PauliOperators

Simple package providing bitstring representations of tensor products of Pauli operators for efficient manipulations. In this representation, the Pauli string operator is represented as two binary strings, one for x and one for z.

The format used for an arbitrary Pauli is as follows:

$$ \begin{align} P_n =& i^\theta Z^{z_1} X^{x_1} ⊗ Z^{z_2} X^{x_2} ⊗ ⋯ ⊗ Z^{z_N} X^{x_N} \ =& i^\theta \bigotimes_j Z^{z_j} X^{x_j} \end{align} $$ where the $z$ and $x$ strings are encoded as the bitwise representation of an integer. Currently, we use Int128 integers so that have access to relatively large pauli strings, i.e., up to 128 qubits. Using only $X$ and $Z$ operators gives access to $Y$ (or rather $iY$) by simply setting both $x_i$ and $z_i$ to 1.

Types

This package provides the following types:

• FixedPhasePauli, which contains only the base operator string. Here, N is the number of qubits (currently maxed at 128).
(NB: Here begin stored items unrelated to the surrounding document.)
/// Reusable buffers for [`factor_in_order`]; grow-only, so a batch allocates once.
#[derive(Debug, Default)]
pub(crate) struct QrWork {
    /// The current Householder vector (`rows` long).
    vector: Vec<f64>,
    /// Original column norms.
    norms: Vec<f64>,
    /// Last row of each column that may be nonzero (inclusive), updated as reflections mix rows.
    ends: Vec<usize>,
}

/// Outcome of [`factor_in_order`].
#[derive(Debug, Clone, Copy)]
pub(crate) struct OrderedQr {
    /// Number of kept regressor columns.
    pub kept: usize,
    /// ‖residual‖ of the last column after projecting out the kept columns.
    pub resid_norm: f64,
}

/// Factors the column-major `rows × cols` matrix `a` (last column = outcome) by Householder
/// reflections in column order. A regressor column whose component orthogonal to the kept
/// earlier columns has norm ≤ `tol` × its own norm is dropped, so the LATER of two dependent
/// columns goes. Kept positions are appended to `kept`. On return, for kept column q (position
/// `kept[q]` in `a`), rows `0..=q` of that column hold column q of the triangular factor, and
/// rows `0..kept` of the last column hold Q'y.
///
/// `last_rows[c]` is the last row of column c that may be nonzero (rows below it must be exact
/// zeros, as in columns taken from a triangular factor). Every loop stops there: a reflection
/// built from rows `r..=e` only mixes those rows, so the skipped work was sums of exact zeros and
/// the result is the same as the dense loop's. Columns taken from the union's triangular factor
/// in union order make most of the work vanish (docs/performance.md, "Per-model factor").
pub(crate) fn factor_in_order(
    a: &mut [f64],
    rows: usize,
    cols: usize,
    last_rows: &[usize],
    tol: f64,
    kept: &mut Vec<usize>,
    work: &mut QrWork,
) -> OrderedQr {
    debug_assert!(a.len() >= rows * cols && cols >= 1 && last_rows.len() >= cols);
    kept.clear();
    work.ends.clear();
    work.ends.extend(
        last_rows[..cols]
            .iter()
            .map(|&e| e.min(rows.saturating_sub(1))),
    );
    work.norms.clear();
    work.norms
        .extend((0..cols).map(|c| norm2(&a[c * rows..c * rows + (work.ends[c] + 1).min(rows)])));
    if work.vector.len() < rows {
        work.vector.resize(rows, 0.0);
    }
    let mut r = 0usize;
    for c in 0..cols - 1 {
        if r >= rows {
            break;
        }
        // Rows r..=end of this column are the only ones that can be nonzero.
        let end = work.ends[c].max(r);
        let sub = norm2(&a[c * rows + r..=c * rows + end]);
        let orig = work.norms[c];
        if orig == 0.0 || sub <= tol * orig {
            continue;
        }
        // Reflector H = I - 2 v v'/(v'v) mapping x = a[r..=end, c] to alpha e1,
        // alpha = -sign(x0)‖x‖ (the sign choice avoids cancellation in v0).
        let x0 = a[c * rows + r];
        let alpha = if x0 >= 0.0 { -sub } else { sub };
        let v = &mut work.vector[r..=end];
        v.copy_from_slice(&a[c * rows + r..=c * rows + end]);
        v[0] -= alpha;
        let vtv = dot(v, v);
        a[c * rows + r] = alpha;
        a[c * rows + r + 1..=c * rows + end].fill(0.0);
        if vtv > 0.0 {
            // One division per reflection, not one per column it is applied to.
            let twice_inv = 2.0 / vtv;
            for c2 in c + 1..cols {
                let col = &mut a[c2 * rows + r..=c2 * rows + end];
                let s = dot(v, col) * twice_inv;
                for (ci, vi) in col.iter_mut().zip(v.iter()) {
                    *ci -= s * vi;
                }
                work.ends[c2] = work.ends[c2].max(end);
            }
        }
        kept.push(c);
        r += 1;
    }
    let last = cols - 1;
    let resid_norm = if r < rows && r <= work.ends[last] {
        norm2(&a[last * rows + r..=last * rows + work.ends[last]])
    } else {
        0.0
    };
    OrderedQr {
        kept: r,
        resid_norm,
    }
}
struct FixedPhasePauli{N} <: AbstractPauli{N}
    z::Int128
    x::Int128
end

• Pauli, which includes both the base operator string, as well as a phase, $\theta$. This allows us to multiply and such, while keep track of the phases.

struct Pauli{N} <: AbstractPauli{N}
    θ::UInt8
    pauli::FixedPhasePauli{N}
end

• ScaledPauli. This allows us to describe a Pauli scaled by an arbitrary Float. We may want to parameterize the type here in the future.

struct ScaledPauli{N} <: AbstractPauli{N}
    coeff::ComplexF64
    pauli::FixedPhasePauli{N}
end

• PauliSum which provides a way to define a sum of ScaledPauli's. While there are multiple ways one might choose to do this, here, we use a dictionary, where the FixedPhasePauli is the key, and the value is the coefficient.

struct PauliSum{N}  
    ops::Dict{FixedPhasePauli{N},ComplexF64}
end

• ScaledPauliVector is simply an alias to a vector of ScaledPauli's. This also represents a sum of ScaledPauli's.

ScaledPauliVector{N} = Vector{ScaledPauli{N}}

• KetBitString is a simple bitstring representation of a computational basis state. This is provided to give access to computing things like expectation values and just general wavefunctions. p

"""
An occupation number vector, up to 128 qubits
"""
struct KetBitString{N} 
    v::Int128
end

Functions

The following functions are overloaded to allow the objects to interact intuitively:

• *, ⊗, ⊕, +

Addition needs a bit more specification, since, unlike *, a sum of Pauli's is not a Pauli. As such, we simply choose to return a PauliSum type when adding two AbstractPauli's.